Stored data
Start of Block
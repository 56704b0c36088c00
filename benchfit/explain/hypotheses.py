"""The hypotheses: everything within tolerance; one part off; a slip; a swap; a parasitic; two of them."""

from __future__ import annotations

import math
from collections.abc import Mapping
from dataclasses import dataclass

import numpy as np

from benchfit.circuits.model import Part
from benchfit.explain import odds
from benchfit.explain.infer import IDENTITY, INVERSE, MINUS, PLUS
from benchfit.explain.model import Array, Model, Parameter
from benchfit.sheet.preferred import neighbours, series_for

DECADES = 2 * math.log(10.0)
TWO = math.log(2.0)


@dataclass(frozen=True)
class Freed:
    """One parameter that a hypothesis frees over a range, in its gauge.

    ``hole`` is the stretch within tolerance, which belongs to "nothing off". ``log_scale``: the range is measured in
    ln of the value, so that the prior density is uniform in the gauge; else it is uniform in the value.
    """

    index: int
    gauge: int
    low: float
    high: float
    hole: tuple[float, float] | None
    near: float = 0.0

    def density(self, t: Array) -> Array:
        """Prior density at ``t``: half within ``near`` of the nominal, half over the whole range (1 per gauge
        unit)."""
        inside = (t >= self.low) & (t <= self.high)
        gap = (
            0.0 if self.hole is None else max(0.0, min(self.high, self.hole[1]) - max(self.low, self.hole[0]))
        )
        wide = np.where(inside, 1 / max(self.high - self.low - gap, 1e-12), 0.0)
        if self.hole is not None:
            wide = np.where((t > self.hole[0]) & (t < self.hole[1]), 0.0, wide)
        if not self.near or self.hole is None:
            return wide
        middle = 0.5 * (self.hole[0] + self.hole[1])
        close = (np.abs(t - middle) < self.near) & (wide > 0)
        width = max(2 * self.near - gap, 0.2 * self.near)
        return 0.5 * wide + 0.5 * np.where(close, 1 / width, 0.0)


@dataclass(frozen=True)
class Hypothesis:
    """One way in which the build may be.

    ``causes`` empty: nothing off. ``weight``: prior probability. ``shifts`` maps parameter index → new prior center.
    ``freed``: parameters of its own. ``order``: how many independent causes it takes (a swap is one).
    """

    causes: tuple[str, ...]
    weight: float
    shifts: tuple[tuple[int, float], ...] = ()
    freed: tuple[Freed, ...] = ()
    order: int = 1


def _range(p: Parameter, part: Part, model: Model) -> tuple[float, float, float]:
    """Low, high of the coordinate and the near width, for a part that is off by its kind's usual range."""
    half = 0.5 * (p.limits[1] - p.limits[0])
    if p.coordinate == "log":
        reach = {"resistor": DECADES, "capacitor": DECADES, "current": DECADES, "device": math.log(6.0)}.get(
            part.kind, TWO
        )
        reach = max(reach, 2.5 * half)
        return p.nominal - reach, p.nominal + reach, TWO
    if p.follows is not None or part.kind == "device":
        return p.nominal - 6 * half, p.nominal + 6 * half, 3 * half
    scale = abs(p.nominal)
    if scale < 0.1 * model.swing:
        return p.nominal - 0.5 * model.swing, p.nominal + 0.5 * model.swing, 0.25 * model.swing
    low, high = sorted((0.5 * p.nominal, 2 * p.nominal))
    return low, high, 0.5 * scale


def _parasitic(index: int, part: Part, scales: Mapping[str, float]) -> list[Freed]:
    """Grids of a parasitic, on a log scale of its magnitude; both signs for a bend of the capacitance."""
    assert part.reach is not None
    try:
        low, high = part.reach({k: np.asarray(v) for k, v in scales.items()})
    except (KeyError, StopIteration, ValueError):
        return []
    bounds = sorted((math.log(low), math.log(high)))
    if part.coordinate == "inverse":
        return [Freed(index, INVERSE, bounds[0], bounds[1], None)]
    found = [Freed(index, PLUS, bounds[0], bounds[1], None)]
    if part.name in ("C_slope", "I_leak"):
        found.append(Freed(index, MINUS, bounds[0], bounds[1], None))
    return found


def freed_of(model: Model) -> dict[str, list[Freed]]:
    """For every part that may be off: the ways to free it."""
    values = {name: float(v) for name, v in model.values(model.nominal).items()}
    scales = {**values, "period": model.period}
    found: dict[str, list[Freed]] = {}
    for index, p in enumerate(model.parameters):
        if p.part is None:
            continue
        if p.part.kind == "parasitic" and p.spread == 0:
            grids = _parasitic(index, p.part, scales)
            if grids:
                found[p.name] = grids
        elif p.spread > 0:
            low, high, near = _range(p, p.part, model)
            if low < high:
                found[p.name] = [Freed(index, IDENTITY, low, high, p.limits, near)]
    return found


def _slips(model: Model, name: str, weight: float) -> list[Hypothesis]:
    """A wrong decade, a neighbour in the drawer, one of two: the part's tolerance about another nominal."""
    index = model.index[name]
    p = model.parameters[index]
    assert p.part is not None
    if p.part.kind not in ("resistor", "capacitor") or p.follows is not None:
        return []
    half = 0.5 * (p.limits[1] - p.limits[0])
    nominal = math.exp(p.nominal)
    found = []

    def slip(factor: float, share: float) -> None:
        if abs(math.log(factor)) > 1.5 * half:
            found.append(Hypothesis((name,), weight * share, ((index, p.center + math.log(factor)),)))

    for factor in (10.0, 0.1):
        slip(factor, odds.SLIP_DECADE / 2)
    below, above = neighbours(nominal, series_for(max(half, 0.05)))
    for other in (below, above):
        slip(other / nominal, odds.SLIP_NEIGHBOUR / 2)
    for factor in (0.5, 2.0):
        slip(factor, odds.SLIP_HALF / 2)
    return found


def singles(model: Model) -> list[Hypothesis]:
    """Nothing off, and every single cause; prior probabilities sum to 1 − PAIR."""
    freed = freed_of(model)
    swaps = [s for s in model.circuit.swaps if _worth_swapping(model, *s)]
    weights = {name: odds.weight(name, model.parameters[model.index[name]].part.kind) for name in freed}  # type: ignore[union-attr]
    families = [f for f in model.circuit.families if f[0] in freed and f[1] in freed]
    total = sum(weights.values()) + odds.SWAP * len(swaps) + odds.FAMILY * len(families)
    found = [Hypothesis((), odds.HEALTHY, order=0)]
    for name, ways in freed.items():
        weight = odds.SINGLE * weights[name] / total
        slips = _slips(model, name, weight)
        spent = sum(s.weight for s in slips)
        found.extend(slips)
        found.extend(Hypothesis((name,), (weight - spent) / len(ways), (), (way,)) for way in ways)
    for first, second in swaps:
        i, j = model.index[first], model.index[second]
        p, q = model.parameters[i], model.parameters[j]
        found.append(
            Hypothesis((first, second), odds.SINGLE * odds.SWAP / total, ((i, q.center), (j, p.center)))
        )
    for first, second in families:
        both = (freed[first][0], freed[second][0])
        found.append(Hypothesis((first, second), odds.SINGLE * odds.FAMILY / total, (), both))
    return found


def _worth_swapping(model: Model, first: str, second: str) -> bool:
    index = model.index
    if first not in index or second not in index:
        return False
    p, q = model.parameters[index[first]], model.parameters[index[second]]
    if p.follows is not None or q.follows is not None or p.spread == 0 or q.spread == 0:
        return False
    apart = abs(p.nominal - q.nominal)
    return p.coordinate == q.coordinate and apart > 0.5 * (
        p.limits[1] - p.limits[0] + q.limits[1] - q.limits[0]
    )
End of Block
Start of Block
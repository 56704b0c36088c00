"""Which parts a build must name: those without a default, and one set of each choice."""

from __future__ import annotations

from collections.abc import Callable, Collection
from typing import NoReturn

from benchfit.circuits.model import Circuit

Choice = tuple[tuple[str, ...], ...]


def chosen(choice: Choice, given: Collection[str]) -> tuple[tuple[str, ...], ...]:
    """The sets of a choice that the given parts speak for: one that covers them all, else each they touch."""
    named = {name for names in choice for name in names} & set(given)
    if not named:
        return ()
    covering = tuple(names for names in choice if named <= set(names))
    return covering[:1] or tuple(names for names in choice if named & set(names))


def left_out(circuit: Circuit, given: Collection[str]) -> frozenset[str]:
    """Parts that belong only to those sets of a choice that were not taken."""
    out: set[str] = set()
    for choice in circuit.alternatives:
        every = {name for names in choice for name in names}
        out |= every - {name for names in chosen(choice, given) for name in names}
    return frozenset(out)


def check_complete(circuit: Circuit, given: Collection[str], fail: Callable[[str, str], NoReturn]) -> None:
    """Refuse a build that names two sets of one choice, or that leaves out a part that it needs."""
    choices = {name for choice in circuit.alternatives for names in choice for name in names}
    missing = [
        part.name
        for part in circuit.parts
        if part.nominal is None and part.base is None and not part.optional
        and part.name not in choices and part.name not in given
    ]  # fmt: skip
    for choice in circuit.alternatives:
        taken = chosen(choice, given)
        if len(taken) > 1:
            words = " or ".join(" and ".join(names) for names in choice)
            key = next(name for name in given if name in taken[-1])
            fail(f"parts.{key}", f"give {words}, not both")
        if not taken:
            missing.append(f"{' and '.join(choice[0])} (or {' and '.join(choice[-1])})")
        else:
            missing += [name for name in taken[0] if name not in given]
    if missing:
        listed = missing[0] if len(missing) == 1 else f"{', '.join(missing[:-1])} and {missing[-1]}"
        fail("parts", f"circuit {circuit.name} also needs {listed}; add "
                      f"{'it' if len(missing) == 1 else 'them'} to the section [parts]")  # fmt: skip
End of Block
Start of Block
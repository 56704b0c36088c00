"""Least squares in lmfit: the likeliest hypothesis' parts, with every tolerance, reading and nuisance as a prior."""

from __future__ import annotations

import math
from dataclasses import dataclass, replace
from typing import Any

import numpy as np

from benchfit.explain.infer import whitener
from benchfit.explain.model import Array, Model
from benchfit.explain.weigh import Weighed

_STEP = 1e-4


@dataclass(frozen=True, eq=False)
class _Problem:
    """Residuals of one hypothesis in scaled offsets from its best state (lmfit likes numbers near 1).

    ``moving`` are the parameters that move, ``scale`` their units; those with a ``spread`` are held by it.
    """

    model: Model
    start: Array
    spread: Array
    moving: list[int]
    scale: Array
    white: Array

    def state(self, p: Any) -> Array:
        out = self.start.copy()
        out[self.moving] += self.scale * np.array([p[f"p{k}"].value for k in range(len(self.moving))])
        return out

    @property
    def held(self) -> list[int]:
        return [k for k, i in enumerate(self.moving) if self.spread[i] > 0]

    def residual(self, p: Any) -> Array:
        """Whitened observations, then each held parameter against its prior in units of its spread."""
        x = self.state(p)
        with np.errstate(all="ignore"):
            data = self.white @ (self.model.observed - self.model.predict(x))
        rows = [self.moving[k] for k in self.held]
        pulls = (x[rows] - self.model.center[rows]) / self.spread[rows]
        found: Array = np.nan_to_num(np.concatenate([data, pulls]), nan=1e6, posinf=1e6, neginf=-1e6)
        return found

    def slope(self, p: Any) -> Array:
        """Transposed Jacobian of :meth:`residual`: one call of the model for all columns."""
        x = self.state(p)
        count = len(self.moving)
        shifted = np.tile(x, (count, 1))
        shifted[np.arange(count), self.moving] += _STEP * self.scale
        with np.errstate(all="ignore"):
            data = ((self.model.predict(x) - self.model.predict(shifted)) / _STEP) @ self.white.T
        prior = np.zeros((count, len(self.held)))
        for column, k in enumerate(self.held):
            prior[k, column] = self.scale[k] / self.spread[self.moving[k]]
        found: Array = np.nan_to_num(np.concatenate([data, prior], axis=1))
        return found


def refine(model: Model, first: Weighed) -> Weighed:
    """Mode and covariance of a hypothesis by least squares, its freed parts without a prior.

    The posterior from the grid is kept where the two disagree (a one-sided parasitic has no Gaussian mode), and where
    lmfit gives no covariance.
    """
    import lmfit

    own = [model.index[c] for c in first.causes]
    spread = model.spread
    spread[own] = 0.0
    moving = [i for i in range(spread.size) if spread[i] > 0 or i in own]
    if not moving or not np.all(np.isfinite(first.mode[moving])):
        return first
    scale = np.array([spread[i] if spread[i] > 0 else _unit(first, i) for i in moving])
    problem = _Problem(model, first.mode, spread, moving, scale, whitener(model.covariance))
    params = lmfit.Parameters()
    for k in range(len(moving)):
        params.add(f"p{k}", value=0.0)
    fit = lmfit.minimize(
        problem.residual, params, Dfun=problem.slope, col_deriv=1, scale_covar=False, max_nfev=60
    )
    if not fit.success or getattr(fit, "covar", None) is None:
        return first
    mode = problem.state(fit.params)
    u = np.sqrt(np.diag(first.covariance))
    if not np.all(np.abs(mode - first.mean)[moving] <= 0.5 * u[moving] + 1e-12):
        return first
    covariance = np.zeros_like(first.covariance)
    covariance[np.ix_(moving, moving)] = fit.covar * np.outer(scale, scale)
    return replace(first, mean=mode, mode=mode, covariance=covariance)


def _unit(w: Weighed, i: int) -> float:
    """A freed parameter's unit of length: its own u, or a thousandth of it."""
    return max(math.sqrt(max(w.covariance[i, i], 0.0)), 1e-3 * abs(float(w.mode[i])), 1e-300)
End of Block
> ACTION ITEM:
Look above for the line with "near: float = 0.0" and the line with "wide = np.where((t". Retype those two lines and every line between them exactly, adding nothing.

> ANSWER TO THIS PROBLEM:
    near: float = 0.0

    def density(self, t: Array) -> Array:
        """Prior density at ``t``: half within ``near`` of the nominal, half over the whole range (1 per gauge
        unit)."""
        inside = (t >= self.low) & (t <= self.high)
        gap = (
            0.0 if self.hole is None else max(0.0, min(self.high, self.hole[1]) - max(self.low, self.hole[0]))
        )
        wide = np.where(inside, 1 / max(self.high - self.low - gap, 1e-12), 0.0)
        if self.hole is not None:
            wide = np.where((t > self.hole[0]) & (t < self.hole[1]), 0.0, wide)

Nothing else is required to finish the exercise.